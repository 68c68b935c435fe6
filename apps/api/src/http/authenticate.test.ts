import { createHmac, generateKeyPairSync } from 'node:crypto';
import jwt from 'jsonwebtoken';
import request from 'supertest';
import { afterAll, beforeAll, describe, expect, it } from 'vitest';
import { buildOrganisation, buildUser } from '../testing/builders.ts';
import { signInAs } from '../testing/sign-in.ts';
import { createTestApp, type TestApp } from '../testing/test-app.ts';
import { purposeKey } from './authenticate.ts';

let app: TestApp;
let sid: string;
let key: Buffer;

beforeAll(async () => {
  app = await createTestApp({ closes: 'caller' });
  const person = await buildUser(app, await buildOrganisation(app), ['quality-reviewer']);
  sid = (await signInAs(app, person)).sessionId;
  key = purposeKey(app.config.secrets.session, 'session token');
});
afterAll(() => app.close());

const seconds = () => Math.floor(app.clock.millis() / 1000);
const claims = () => ({ sid, use: 'session', iat: seconds(), nbf: seconds(), exp: seconds() + 3600 });
const good = { algorithm: 'HS256', issuer: 'trammel', audience: 'trammel-portal' } as const;
const status = async (token: string, name = 'trammel') =>
  (await request(app.server).get('/api/session').set('Cookie', `${name}=${token}`)).status;

const encode = (value: unknown) => Buffer.from(JSON.stringify(value)).toString('base64url');
function forged(header: object, payload: object, secret: Buffer | string = key): string {
  const body = `${encode(header)}.${encode(payload)}`;
  return `${body}.${createHmac('sha256', secret).update(body).digest('base64url')}`;
}
const full = () => ({ ...claims(), iss: 'trammel', aud: 'trammel-portal' });

describe('a session token', () => {
  it('is taken as it was issued', async () => {
    expect(await status(jwt.sign(claims(), key, good))).toBe(200);
    expect(await status(forged({ alg: 'HS256', typ: 'JWT' }, full()))).toBe(200);
  });

  const rsa = generateKeyPairSync('rsa', { modulusLength: 2048 });
  const publicPem = rsa.publicKey.export({ type: 'spki', format: 'pem' }).toString();
  const hostile: Record<string, () => string> = {
    nothing: () => '',
    'no token at all': () => 'abc',
    'three dots': () => '...',
    unsigned: () => `${encode({ alg: 'none' })}.${encode(full())}.`,
    'unsigned, spelt otherwise': () => `${encode({ alg: 'NoNe' })}.${encode(full())}.`,
    'signature cut off': () => jwt.sign(claims(), key, good).replace(/[^.]+$/, ''),
    'signature changed': () => jwt.sign(claims(), key, good).replace(/.{4}$/, 'AAAA'),
    'payload changed': () => {
      const [header, , signature] = jwt.sign(claims(), key, good).split('.');
      return `${header}.${encode({ ...full(), exp: seconds() + 9e6 })}.${signature}`;
    },
    'another key': () => jwt.sign(claims(), Buffer.alloc(32, 9), good),
    'an empty key': () => forged({ alg: 'HS256' }, full(), ''),
    'the root secret itself': () => jwt.sign(claims(), app.config.secrets.session, good),
    'the key of page tokens': () => jwt.sign(claims(), app.core.authentication.csrfKey, good),
    HS384: () => jwt.sign(claims(), key, { ...good, algorithm: 'HS384' }),
    HS512: () => jwt.sign(claims(), key, { ...good, algorithm: 'HS512' }),
    RS256: () => jwt.sign(claims(), rsa.privateKey, { ...good, algorithm: 'RS256' }),
    'RS256 turned to HS256': () => forged({ alg: 'HS256' }, full(), publicPem),
    'a key id that is a path': () => forged({ alg: 'HS256', kid: '../../dev/null' }, full(), ''),
    'a key in its own header': () =>
      forged({ alg: 'HS256', jwk: { kty: 'oct', k: 'AA' } }, full(), Buffer.from([0])),
    'a key at an address': () => forged({ alg: 'HS256', jku: 'https://evil.example/keys' }, full(), 'evil'),
    'another issuer': () => jwt.sign(claims(), key, { ...good, issuer: 'elsewhere' }),
    'another audience': () => jwt.sign(claims(), key, { ...good, audience: 'elsewhere' }),
    'another use': () => jwt.sign({ ...claims(), use: 'reset' }, key, good),
    'no use': () => jwt.sign({ ...claims(), use: undefined }, key, good),
    'run out': () => jwt.sign({ ...claims(), exp: seconds() - 31 }, key, good),
    'not yet valid': () => jwt.sign({ ...claims(), nbf: seconds() + 31 }, key, good),
    'no end': () => forged({ alg: 'HS256' }, { ...full(), exp: undefined }),
    'an end that is text': () => forged({ alg: 'HS256' }, { ...full(), exp: 'never' }),
    'no session': () => jwt.sign({ ...claims(), sid: undefined }, key, good),
    'an unknown session': () => jwt.sign({ ...claims(), sid: 'x' }, key, good),
    'a session that is an object': () => jwt.sign({ ...claims(), sid: { $ne: '' } }, key, good),
  };

  it.each(Object.keys(hostile))('is refused: %s', async (name) => {
    expect(await status(hostile[name]?.() ?? '')).toBe(401);
  });

  it('is taken from its own cookie only', async () => {
    const token = jwt.sign(claims(), key, good);
    expect(await status(token, '__Host-trammel')).toBe(401);
    expect(
      (await request(app.server).get('/api/session').set('Authorization', `Bearer ${token}`)).status,
    ).toBe(401);
    expect((await request(app.server).get(`/api/session?token=${token}`)).status).toBe(401);
  });

  it('travels over https in a cookie bound to this host', async () => {
    const secure = await createTestApp({ env: { PUBLIC_URL: 'https://parts.example' } });
    const person = await buildUser(secure, await buildOrganisation(secure), ['purchasing']);
    const answer = await request(secure.server)
      .post('/api/session')
      .set('Origin', 'https://parts.example')
      .send({ email: person.email, password: 'measure twice and cut once' })
      .expect(201);
    expect(String(answer.headers['set-cookie'])).toMatch(
      /^__Host-trammel=[^;]+; Max-Age=43200; Path=\/; .*HttpOnly; Secure; SameSite=Lax$/,
    );
    expect(answer.headers['strict-transport-security']).toBe('max-age=63072000; includeSubDomains');
  });
});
• • • • • • •
Keep only those lines of the records that hold "authenticate", and return them.

filename apps/api/src/http/authenticate.test.ts
import { purposeKey } from './authenticate.ts';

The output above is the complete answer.